» **Given information**

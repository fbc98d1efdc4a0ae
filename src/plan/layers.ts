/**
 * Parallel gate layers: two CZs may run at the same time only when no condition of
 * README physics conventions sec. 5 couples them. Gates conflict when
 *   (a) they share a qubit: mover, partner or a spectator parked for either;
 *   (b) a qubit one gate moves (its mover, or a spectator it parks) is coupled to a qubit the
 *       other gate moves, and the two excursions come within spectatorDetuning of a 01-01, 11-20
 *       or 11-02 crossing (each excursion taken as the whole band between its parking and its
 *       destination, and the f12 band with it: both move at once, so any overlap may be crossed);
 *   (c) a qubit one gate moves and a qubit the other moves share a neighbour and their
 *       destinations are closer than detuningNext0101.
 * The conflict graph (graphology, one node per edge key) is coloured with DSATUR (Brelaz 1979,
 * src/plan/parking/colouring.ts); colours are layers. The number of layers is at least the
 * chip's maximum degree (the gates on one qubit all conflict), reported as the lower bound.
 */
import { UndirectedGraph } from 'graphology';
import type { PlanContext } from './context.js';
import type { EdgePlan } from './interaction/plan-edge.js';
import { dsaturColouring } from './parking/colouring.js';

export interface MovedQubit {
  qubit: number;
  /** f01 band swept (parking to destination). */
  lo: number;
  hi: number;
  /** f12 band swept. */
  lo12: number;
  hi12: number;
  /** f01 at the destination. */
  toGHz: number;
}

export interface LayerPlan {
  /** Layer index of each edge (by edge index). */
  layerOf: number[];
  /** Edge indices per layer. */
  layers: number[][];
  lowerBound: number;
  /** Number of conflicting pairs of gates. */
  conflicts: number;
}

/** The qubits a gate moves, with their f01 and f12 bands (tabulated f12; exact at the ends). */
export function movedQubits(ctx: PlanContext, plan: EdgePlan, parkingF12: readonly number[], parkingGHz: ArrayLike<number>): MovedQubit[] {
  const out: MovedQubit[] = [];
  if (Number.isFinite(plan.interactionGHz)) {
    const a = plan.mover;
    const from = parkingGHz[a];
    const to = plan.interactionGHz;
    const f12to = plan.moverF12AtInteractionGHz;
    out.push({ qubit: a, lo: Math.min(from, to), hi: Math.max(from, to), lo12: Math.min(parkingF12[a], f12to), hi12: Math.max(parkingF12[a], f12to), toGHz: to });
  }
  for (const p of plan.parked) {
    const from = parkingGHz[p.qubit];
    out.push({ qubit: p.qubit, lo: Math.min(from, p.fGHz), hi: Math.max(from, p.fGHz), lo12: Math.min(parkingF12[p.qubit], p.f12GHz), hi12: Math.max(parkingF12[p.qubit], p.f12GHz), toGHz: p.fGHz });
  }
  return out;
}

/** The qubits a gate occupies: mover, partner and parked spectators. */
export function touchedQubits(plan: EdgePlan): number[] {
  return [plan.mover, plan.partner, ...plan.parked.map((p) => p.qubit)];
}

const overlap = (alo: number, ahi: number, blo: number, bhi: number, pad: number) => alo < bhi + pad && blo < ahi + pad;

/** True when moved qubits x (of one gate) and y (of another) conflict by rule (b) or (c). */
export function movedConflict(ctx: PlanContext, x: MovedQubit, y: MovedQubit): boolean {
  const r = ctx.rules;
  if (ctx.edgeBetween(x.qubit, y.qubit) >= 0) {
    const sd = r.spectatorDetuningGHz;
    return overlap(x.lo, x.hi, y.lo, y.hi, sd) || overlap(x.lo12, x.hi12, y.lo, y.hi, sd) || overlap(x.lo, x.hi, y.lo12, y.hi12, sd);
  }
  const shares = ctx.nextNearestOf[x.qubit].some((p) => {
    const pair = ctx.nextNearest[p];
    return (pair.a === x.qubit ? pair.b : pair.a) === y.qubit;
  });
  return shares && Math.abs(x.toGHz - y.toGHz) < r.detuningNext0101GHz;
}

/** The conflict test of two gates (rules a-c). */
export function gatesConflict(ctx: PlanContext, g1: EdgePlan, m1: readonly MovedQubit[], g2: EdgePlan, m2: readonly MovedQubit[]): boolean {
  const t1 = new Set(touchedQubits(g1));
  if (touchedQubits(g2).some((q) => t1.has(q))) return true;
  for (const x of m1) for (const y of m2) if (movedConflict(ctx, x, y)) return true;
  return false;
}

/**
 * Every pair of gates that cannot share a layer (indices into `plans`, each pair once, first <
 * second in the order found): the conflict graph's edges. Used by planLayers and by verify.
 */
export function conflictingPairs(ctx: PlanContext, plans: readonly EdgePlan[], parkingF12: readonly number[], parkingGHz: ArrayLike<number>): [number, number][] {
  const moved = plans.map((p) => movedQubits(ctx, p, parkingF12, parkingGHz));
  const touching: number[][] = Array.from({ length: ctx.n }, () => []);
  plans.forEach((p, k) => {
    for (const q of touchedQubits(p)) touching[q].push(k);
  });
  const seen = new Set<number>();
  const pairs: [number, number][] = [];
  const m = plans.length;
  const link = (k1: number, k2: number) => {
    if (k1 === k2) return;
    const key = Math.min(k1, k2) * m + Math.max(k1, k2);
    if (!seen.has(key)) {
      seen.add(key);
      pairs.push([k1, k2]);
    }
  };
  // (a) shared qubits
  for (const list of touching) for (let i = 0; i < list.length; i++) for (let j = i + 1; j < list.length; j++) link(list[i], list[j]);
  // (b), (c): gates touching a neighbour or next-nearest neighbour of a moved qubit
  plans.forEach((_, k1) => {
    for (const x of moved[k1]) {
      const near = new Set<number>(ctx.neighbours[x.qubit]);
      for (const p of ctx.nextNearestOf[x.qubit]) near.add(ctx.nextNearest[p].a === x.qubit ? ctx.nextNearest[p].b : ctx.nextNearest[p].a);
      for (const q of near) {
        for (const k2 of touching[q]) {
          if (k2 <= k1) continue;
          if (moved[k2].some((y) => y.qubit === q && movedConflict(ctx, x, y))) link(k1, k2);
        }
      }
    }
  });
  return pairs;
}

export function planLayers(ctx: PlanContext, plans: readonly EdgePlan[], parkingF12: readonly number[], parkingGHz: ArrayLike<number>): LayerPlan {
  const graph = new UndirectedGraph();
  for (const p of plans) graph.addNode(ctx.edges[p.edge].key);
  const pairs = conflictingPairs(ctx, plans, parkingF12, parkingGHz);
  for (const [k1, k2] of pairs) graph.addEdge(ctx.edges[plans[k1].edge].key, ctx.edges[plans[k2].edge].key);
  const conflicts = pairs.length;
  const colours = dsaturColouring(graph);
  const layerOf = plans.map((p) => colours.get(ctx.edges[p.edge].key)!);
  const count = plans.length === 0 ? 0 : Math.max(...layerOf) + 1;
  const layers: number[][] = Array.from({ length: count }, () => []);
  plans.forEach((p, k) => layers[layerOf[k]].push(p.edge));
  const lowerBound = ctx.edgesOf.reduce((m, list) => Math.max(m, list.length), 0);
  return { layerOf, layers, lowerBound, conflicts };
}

» **Problem statement**
Copy all lines from the data that hold the word "parkingGHz".

» **Reply**
export function movedQubits(ctx: PlanContext, plan: EdgePlan, parkingF12: readonly number[], parkingGHz: ArrayLike<number>): MovedQubit[] {
    const from = parkingGHz[a];
    const from = parkingGHz[p.qubit];
export function conflictingPairs(ctx: PlanContext, plans: readonly EdgePlan[], parkingF12: readonly number[], parkingGHz: ArrayLike<number>): [number, number][] {
  const moved = plans.map((p) => movedQubits(ctx, p, parkingF12, parkingGHz));
export function planLayers(ctx: PlanContext, plans: readonly EdgePlan[], parkingF12: readonly number[], parkingGHz: ArrayLike<number>): LayerPlan {
  const pairs = conflictingPairs(ctx, plans, parkingF12, parkingGHz);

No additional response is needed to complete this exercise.